Ground Truth for Reality Checking
Qualitative interviews and ethnography provide the human benchmarks against which AI outputs are evaluated.
This is what keeps synthetic personas honest.
Extracting Tacit Knowledge to Train AI
Rather than interviewing consumers alone, researchers now analyze creative leaders, strategists, and experts to extract:
- decision rules
- creative heuristics
- emotional logic
- cultural frameworks
This becomes the training data for “synthetic experts” that pass institutional wisdom forward.
Netnography: Mining Spontaneous Human Expression
On platforms like Xiaohongshu, TikTok, and Weibo, qualitative teams study:
- organic conversations
- user-generated pain points
- emergent behaviors
- micro-tribes
These insights power innovation more effectively than high-level traffic dashboards.
The Haier “three-barrel washing machine” case proved this: a single user’s comment about hygiene when washing socks and underwear together drove a national product innovation.
Cultural Strategy and Future Insight
AI looks backward; qualitative research looks forward. It defines the values, rituals, tensions, and belief systems that brands can meaningfully align with.
Human-Centered Design
Technology is no longer launched first and rationalized later. Qualitative research begins with understanding:
- human needs
- employee pain points
- customer frustrations
AI solutions are then built around these needs.
The New Look of Human Research
Across all discussions, the future role of human research crystallized into three core functions:
Mentorship
Senior researchers now “mentor” AI—providing judgment, interpretation, and moral boundaries. They ensure every AI output aligns with brand purpose and cultural relevance.
Guardrails
Humans create trust frameworks to monitor:
- accuracy
- tone
- ethical boundaries
- privacy
- unintended bias
AI cannot self-regulate; it must be governed.
Empathy Injection
AI can simulate conversation but cannot determine meaning or intent.
Humans define the purpose of each interaction—especially in emotionally sensitive settings like healthcare or education.
As one speaker summarized: “Technology will not replace humans. But humans who use technology will replace those who don’t.”

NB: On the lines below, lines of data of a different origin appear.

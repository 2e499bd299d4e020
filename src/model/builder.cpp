#include "model/builder.h"

#include <algorithm>
#include <cctype>
#include <cmath>
#include <cstdlib>
#include <functional>
#include <set>

#include <fmt/format.h>

#include "lang/parser.h"

namespace heatdeck {

using units::Dimension;
using units::TempKind;

std::string NearestName(const std::string& word, const std::vector<std::string>& candidates) {
  const size_t limit = std::max<size_t>(1, word.size() / 3);
  std::string best;
  size_t best_d = limit + 1;
  std::vector<size_t> prev, cur;
  for (const auto& c : candidates) {
    if (c.size() > word.size() + limit || word.size() > c.size() + limit) continue;
    prev.assign(c.size() + 1, 0);
    cur.assign(c.size() + 1, 0);
    for (size_t j = 0; j <= c.size(); ++j) prev[j] = j;
    for (size_t i = 1; i <= word.size(); ++i) {
      cur[0] = i;
      for (size_t j = 1; j <= c.size(); ++j) {
        const size_t sub = prev[j - 1] + (word[i - 1] == c[j - 1] ? 0 : 1);
        cur[j] = std::min({prev[j] + 1, cur[j - 1] + 1, sub});
      }
      std::swap(prev, cur);
    }
    if (prev[c.size()] < best_d) {
      best_d = prev[c.size()];
      best = c;
    }
  }
  return best_d <= limit ? best : std::string();
}

namespace {

// A number of sweep points as a count: in full while a double holds it
// exactly ("100", not "100.000"), in scientific notation beyond.
std::string PointCount(double n) {
  return n < 1e15 ? fmt::format("{:.0f}", n) : units::FormatSig(n, 6);
}

const char* TempWord(TempKind k) {
  switch (k) {
    case TempKind::kAbsolute:
      return "an absolute temperature";
    case TempKind::kInterval:
      return "a temperature difference";
    default:
      return "a temperature";
  }
}

// A temperature kind for a Θ¹ result that came out of arithmetic.
TempKind KindFor(const Dimension& d, TempKind k) {
  if (!d.IsTemperature()) return TempKind::kNone;
  return k == TempKind::kNone ? TempKind::kEither : k;
}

Human Intelligence Is the Operating System of AI-Driven Research
AI now carries the weight of data processing. But humanity provides:
- the cultural context
- the emotional logic
- the curiosity
- the vision
- the ethical compass
- the future orientation
Qualitative research is no longer optional—it is the strategic backbone of AI-powered insight generation.
In this new world, humans don’t compete with machines. Humans teach, calibrate, and guide the machines—so brands can stay distinct, relevant, and human in an increasingly automated landscape.